“Backpack” by Stefan A. Slater

Every December, I take my old high school backpack and fill it with a year’s worth of fears, nightmares, and doubts.

Then Gwen and I go to the coast and shatter all our ill thoughts with the twenty-gauge shotgun that her mother gave her as a housewarming present five years ago.

It’s not the most efficient way of doing things—I’ll admit that.

I use a luggage lock to keep the ill thoughts from crawling out, but other than that, it’s still the same old thing I dragged to and from Miss Brecker’s homeroom class—a JanSport the color of a fresh road rash with one strap that’s shrouded in duct tape.

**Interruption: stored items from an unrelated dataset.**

def _dotted(path: tuple[str, ...]) -> str:
    return ".".join(path)


def _recipe_key(path: tuple[str, ...]) -> str:
    """The key as :func:`parse_recipe` names it: list positions in brackets."""
    out = ""
    for part in path:
        out += f"[{part}]" if part.isdigit() else (f".{part}" if out else part)
    return out


# ----------------------------------------------------------------------------- names


def _labels(paths: list[tuple[str, ...]]) -> list[str]:
    """Short, unique labels: the last key of each path, lengthened to the left
    (keeping a list position together with its list's name) where two collide."""
    length = [1] * len(paths)

    def label(i: int) -> str:
        path, n = paths[i], length[i]
        if n < len(path) and path[-n].isdigit():
            n += 1  # `substitutions.0.fraction`, not `0.fraction`
        return ".".join(path[-n:])

    while True:
        texts = [label(i) for i in range(len(paths))]
        clashing = [i for i, t in enumerate(texts) if texts.count(t) > 1]
        if not clashing:
            return texts
        for i in clashing:
            length[i] = min(length[i] + 1, len(paths[i]))
        if all(length[i] == len(paths[i]) for i in clashing):
            return [".".join(p) for p in paths]  # cannot happen: paths are distinct


def render(value: Any) -> str:
    """A value as deterministic, filesystem-safe text for a point name.

    Numbers as Python prints them (``0.005``, ``1e-05``), true/false, text
    with runs of unsafe characters replaced by ``_``, lists joined by ``x``
    (``[4, 4, 6]`` -> ``4x4x6``), mappings as ``key-value`` joined by ``_``.
    """
    if isinstance(value, bool):
        return "true" if value else "false"
    if value is None:
        return "none"
    if isinstance(value, int):
        return str(value)
    if isinstance(value, float):
        return repr(value).replace("+", "")  # 1e+20 -> 1e20: '+' is not name-safe
    if isinstance(value, list):
        return "x".join(render(v) for v in value) or "empty"
    if isinstance(value, dict):
        return "_".join(f"{render(k)}-{render(v)}" for k, v in value.items()) or "empty"
    return _UNSAFE.sub("_", str(value)).strip("_") or "_"
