"""Crystals from CIF files: the conventional cell, its sites and their CIF labels.

:func:`crystal_from_cif` reads the first data block with atom sites with
pymatgen's parser (which applies the file's symmetry operations) and returns
pymatgen's conventional standard cell, every site's fractional coordinates, the
``_atom_site_label`` it came from and each label's species and occupancies.
Symmetry is found with each label as its own atom type, so every operation maps
a label onto itself and the conventional sites carry labels unambiguously.
The file is checked before the library sees it (size, text, loops, cell, rows,
occupancies, positions the operations make) and the parsed crystal after
(elements, overlaps, site count); every fault is an :class:`InputError`.
"""
from __future__ import annotations

import math
import re
import warnings
from dataclasses import dataclass
from pathlib import Path

import numpy as np

from .cif_text import CIF_CELL_TAGS, CIF_FRACTIONAL
from .errors import InputError
from .neighbours import min_distance

#: Largest CIF read, bytes (checked before reading).
MAX_BYTES = 20 * 2**20
#: Most sites accepted in the conventional cell (and in the file's own cell).
MAX_SITES = 5_000
#: Most atom rows read: several rows may share a site (mixed occupancy), but
#: not this many per site of a MAX_SITES cell.
MAX_ROWS = 4 * MAX_SITES
#: Most positions the symmetry operations may generate from the atom rows
#: before duplicates are merged; bounds the work of the expansion.
MAX_GENERATED = 1_000_000
#: Closest two sites may be, Angstrom.
MIN_SEPARATION = 0.5
#: How far the occupancies of one site may sum above 1 (rounding in the file).
OCCUPANCY_SLACK = 1e-3
#: Symmetry tolerance handed to spglib, Angstrom.
SYMPREC = 1e-3
#: Largest |fractional coordinate| and cell length accepted (Angstrom).
_MAX_FRACTION = 1e3
_MAX_LENGTH = 1e4
#: pymatgen merges positions closer than this in each fractional coordinate.
_SITE_TOLERANCE = 1e-4
#: Tags that list symmetry operations, and tags that name the space group.
_OPS_TAGS = ("_symmetry_equiv_pos_as_xyz", "_symmetry_equiv_pos_as_xyz_",
             "_space_group_symop_operation_xyz", "_space_group_symop_operation_xyz_")
_GROUP_TAGS = ("_symmetry_space_group_name_h-m", "_space_group_name_h-m_alt",
               "_symmetry_int_tables_number", "_space_group_it_number")
#: One coordinate of a symmetry operation: x, y, z and numbers or fractions.
_OP_TERMS = re.compile(r"[-+]?(?:[xyz]|(?:\d+(?:\.\d*)?|\.\d+)(?:/0*[1-9]\d*)?)"
                       r"(?:[-+](?:[xyz]|(?:\d+(?:\.\d*)?|\.\d+)(?:/0*[1-9]\d*)?))*")
#: Where a loop's values end: the next tag, loop or block.
_LOOP_END = re.compile(r"^[ \t]*(?:_|loop_|data_|save_)", re.MULTILINE | re.IGNORECASE)
#: One CIF value: a quoted string, a ;-delimited text field or a bare word.
_TOKEN = re.compile(r"""'[^'\n]*'(?=\s|$)|"[^"\n]*"(?=\s|$)|^;[^\n]*\n(?:(?!;)[^\n]*\n)*;|\S+""",
                    re.MULTILINE)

Some years, the bag fills up gradually over the passing months. Some years, when I try to heft it, it’s so full that I’m sure the straps will snap.

Other years, it’s nearly empty. I don’t know why, so I fill it up by staring at it until my head throbs and eyes burn.

I keep my backpack next to Gwen’s (a ratty gym bag from her track days) in the closet. Every now and then, I check to see how heavy hers is, usually when she’s at work.

Most years, it’s pretty full. Most years, I’m convinced her bag is the one that’s going to break open.

* * *

Every family has their own tradition—their own way of disposing before the New Year.

I’ve known Charlie since grade school. Every December he and his family have a bonfire. They toss all of their ill thoughts into that cinder block pit in his father’s backyard. Then they drench everything in gasoline, toss in a match—boom!

My family purged with sweat and earth: Mom and Dad would drag me to the top of Mesita Ridge, up among the brittle and crooked pines all stunted from acid rain. We’d work with folding shovels in the thin air, our breath hovering over our heads, and we’d bury each ill thought, smothering them all in the damp earth.

* * *

Gwen’s family has their own tradition. She took my last name, so we use her tradition—only fair, right?

A week before, we both go about shaping our ill thoughts.

The stuff drips and flows sluggishly like so much viscous tar, but it doesn’t stick to you, strangely. We empty our bags onto the kitchen table (we cover it with newspaper, thank you), and we mold each ill thought until it’s roughly disk shaped. Then we dry each disk with a blow dryer and toss them back into the bags.

I pack the Toyota. She packs the Browning. It’s an over-under, the kind the Olympians use—a combination of sleek, oiled walnut that shines in the sunlight and cold, gilded steel that never heats up no matter how many times you fire the gun. Her mother (but not her father) shot skeet, and mother and daughter have sharp green eyes that see all.

Then, we drive. North. Up along the winding, snaking coast.

* * *

We always climb to the top of the tallest dune. We set up shop among the dried kelp and waving, struggling grass.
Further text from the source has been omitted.